There are strong emotional attachments to the PROCESS of making wine,
promoting wine and selling wine. If you go to wineries throughout Sonoma
county, you can clearly see that small, independent wineries often take pride
in doing everything by hand and controlling their own selling to restaurants
etc.

It is very similar to bookstores and record stores. Yes, there are big players
that are handling there own optimizations but if you are a small winery (or
bookstore/record store) you are doing it at this point in part as a
preservation of an artisanal experience. There are countless ways they can do
things better but there is a genuine fear that "optimizations" can be a
slippery slope to Walmart-ville, both in how they think and how they are
perceived.

------
unclebucknasty
Thanks for sharing this.

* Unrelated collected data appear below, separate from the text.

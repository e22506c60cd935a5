import { type EntityOf, type FlowNetDocument, type SheetPoint, UNSAID } from '#shared/contract/document.ts';
import { changed, withAdded } from '#tests/support/exact-nets/edit-net.ts';
import { exactNetDocument } from '#tests/support/exact-nets/exact-net-document.ts';
import { EXACT_NETS } from '#tests/support/exact-nets/exact-nets.ts';

type Place = readonly [offset: number, elevation: number];
type Line = EntityOf<'line'>;

export type SketchedLine = Pick<Line, 'line'> &
  Partial<Pick<Line, 'name' | 'water' | 'head' | 'drops'>> & { readonly through: readonly Place[] };

const PX = 100;
const toSheet = ([x, z]: Place): SheetPoint => [500 + PX * x, 2000 - PX * z];

/** A net sketched by straight pieces on a section of metres, for what hangs on order and count alone. */
export function sketchedNet(
  lines: readonly SketchedLine[],
  facts: { headwater: number | null; tailwater: number | null; drops: number | null },
  places: readonly Place[] = [],
): FlowNetDocument {
  const empty = changed(exactNetDocument(EXACT_NETS[0]!.net), 'line', () => null);
  const traced = withAdded(
    empty,
    ...lines.map(
      ({ through, ...line }): Line => ({
        kind: 'line',
        origin: 'traced',
        name: '',
        finished: true,
        water: null,
        head: null,
        drops: null,
        ...line,
        points: through.map(toSheet),
      }),
    ),
    ...places.map(
      (at, i): EntityOf<'readingPoint'> => ({
        kind: 'readingPoint',
        ...UNSAID.readingPoint,
        name: `P${i + 1}`,
        place: { on: 'section', offset: at[0], elevation: at[1] },
        order: i,
      }),
    ),
  );
  const corners: Place[] = [
    [0, 0],
    [10, 0],
    [0, 10],
  ];
  const known = changed(traced, 'knownPoint', (value, i) => ({
    ...value,
    at: toSheet(corners[i]!),
    offset: corners[i]![0],
    elevation: corners[i]![1],
  }));
  const levels = changed(known, 'waterLevels', (value) => ({
    ...value,
    headwater: facts.headwater,
    tailwater: facts.tailwater,
  }));
  return changed(levels, 'netCount', (value) => ({ ...value, drops: facts.drops }));
}
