import { apiUrl } from '#client/lib/http.ts';
import type { LineKind, SheetPoint } from '#shared/contract/document.ts';
import type { SheetDto } from '#shared/contract/drawings.ts';
import { type FigureLabel, placeFigureLabels } from '#shared/text/calculation-sheet/figure-labels.ts';
import type { SectionFigure } from '#shared/text/calculation-sheet/section-figure.ts';

/** Colour and dash of each kind, dashes in thousandths of the figure's width. */
const LOOKS: Record<LineKind, { colour: string; width: number; dash: readonly number[] }> = {
  equipotential: { colour: 'var(--color-equipotential)', width: 1.6, dash: [] },
  flowLine: { colour: 'var(--color-flow-line)', width: 1.6, dash: [16, 3] },
  phreaticLine: { colour: 'var(--color-phreatic)', width: 2, dash: [7, 4] },
  submergedFace: { colour: 'var(--color-equipotential)', width: 2.8, dash: [] },
  outflowFace: { colour: 'var(--color-equipotential)', width: 2.8, dash: [3, 4] },
  drain: { colour: 'var(--color-boundary)', width: 2.3, dash: [6, 3] },
  impervious: { colour: 'var(--color-boundary)', width: 2, dash: [] },
  ground: { colour: 'var(--color-boundary)', width: 1.4, dash: [] },
  soilBoundary: { colour: 'var(--color-boundary)', width: 1.4, dash: [9, 3, 2, 3] },
};
/** Enough for a print of the screen's page. */
const WANTED_PX = 1800;

/** The section with its traces over the scan, as on the first page of the PDF. */
export function SheetFigure({
  figure,
  sheet,
  label,
}: {
  figure: SectionFigure;
  sheet: SheetDto;
  label: string;
}) {
  const { crop } = figure;
  const unit = crop[2] / 1000;
  const path = (points: readonly SheetPoint[]) => points.map((point) => point.join(',')).join(' ');
  return (
    <figure className="m-0">
      <svg
        viewBox={crop.join(' ')}
        role="img"
        aria-label={label}
        className="block h-auto w-full border border-ink bg-white"
      >
        <Tiles sheet={sheet} crop={crop} />
        {figure.lines.map(({ id, kind, points }) => (
          <polyline
            key={id}
            points={path(points)}
            fill="none"
            stroke={LOOKS[kind].colour}
            strokeWidth={LOOKS[kind].width * unit}
            strokeDasharray={LOOKS[kind].dash.map((length) => length * unit).join(' ')}
          />
        ))}
        {figure.profiles.map((profile) => (
          <polyline
            key={path(profile)}
            points={path(profile)}
            fill="none"
            stroke="var(--color-point)"
            strokeWidth={1.4 * unit}
          />
        ))}
        {figure.knownPoints.map(({ name, at: [x, y] }) => (
          <path
            key={`${name} ${x} ${y}`}
            d={`M${x - 7 * unit} ${y}h${14 * unit}m${-7 * unit} ${-7 * unit}v${14 * unit}`}
            stroke="var(--color-ink)"
            strokeWidth={1.2 * unit}
          />
        ))}
        {figure.points.map(({ name, at }) => (
          <circle
            key={`${name} ${at.join()}`}
            cx={at[0]}
            cy={at[1]}
            r={4 * unit}
            fill="none"
            stroke="var(--color-point)"
            strokeWidth={1.6 * unit}
          />
        ))}
        <Labels figure={figure} unit={unit} />
      </svg>
    </figure>
  );
}

/** Size of the letters in thousandths of the figure's width, and about what a letter of a name is wide; figures are narrower. */
const LETTERS = 13;
const LETTER_WIDTH = 0.66;

function Labels({ figure, unit }: { figure: SectionFigure; unit: number }) {
  const labels = placeFigureLabels(figure, {
    scale: 1 / unit,
    letters: LETTERS,
    widthOf: (text) => text.length * LETTER_WIDTH * LETTERS,
  });
  const [left, top] = figure.crop;
  return labels.map((label) => (
    <text
      key={`${label.left} ${label.top}`}
      x={left + (label.left + label.width / 2) * unit}
      y={top + label.baseLine * unit}
      textAnchor="middle"
      fontSize={LETTERS * unit}
      fill={labelColour(label.of)}
      stroke="white"
      strokeWidth={3 * unit}
      paintOrder="stroke"
    >
      {label.text}
    </text>
  ));
}

function labelColour(of: FigureLabel['of']): string {
  if (of === 'point') return 'var(--color-point)';
  return of === 'knownPoint' ? 'var(--color-ink)' : LOOKS[of].colour;
}

/** The tiles of the coarsest level that is fine enough, as far as they meet the part that is shown. */
function Tiles({ sheet, crop }: { sheet: SheetDto; crop: SectionFigure['crop'] }) {
  const { rendition, tileSizePx, maxZoom, readyZoom = maxZoom } = sheet.tiles;
  const levels = Array.from({ length: readyZoom + 1 }, (_, level) => level);
  const zoom = levels.find((level) => crop[2] / 2 ** (maxZoom - level) >= WANTED_PX) ?? readyZoom;
  const size = tileSizePx * 2 ** (maxZoom - zoom);
  const range = (from: number, length: number, most: number) => {
    const first = Math.floor(from / size);
    const last = Math.ceil(Math.min(from + length, most) / size);
    return Array.from({ length: Math.max(0, last - first) }, (_, i) => first + i);
  };
  return range(crop[1], crop[3], sheet.heightPx).flatMap((row) =>
    range(crop[0], crop[2], sheet.widthPx).map((column) => (
      <image
        key={`${column} ${row}`}
        href={apiUrl(`/sheets/${sheet.id}/tiles/${rendition}/${zoom}/${column}_${row}`)}
        x={column * size}
        y={row * size}
        width={Math.min(size, sheet.widthPx - column * size)}
        height={Math.min(size, sheet.heightPx - row * size)}
        preserveAspectRatio="none"
      />
    )),
  );
}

You clearly understand well what your core challenges
were.

The interesting part is that you probably knew all of this going in. Perhaps
you were so enamored with your idea, that you wanted to believe these were not
the insurmountable challenges that they were. Reminds me of couples who marry
knowing of certain glaring problems, but proceed anyway because they are "in
love". Whether they downplay the problems, convince themselves they can
overcome them or otherwise, these are frequently the very problems that lead
them to failure (divorce).

But, more frequently, we probably just think these challenges will melt away
or work themselves out somehow. Maybe that's why these businesses always look
so good going in!

This is not to lambast you--quite the opposite actually. I have been there and
I am still susceptible. I applaud you for acknowledging your challenges and
getting out relatively early.

Good luck to you on your next venture!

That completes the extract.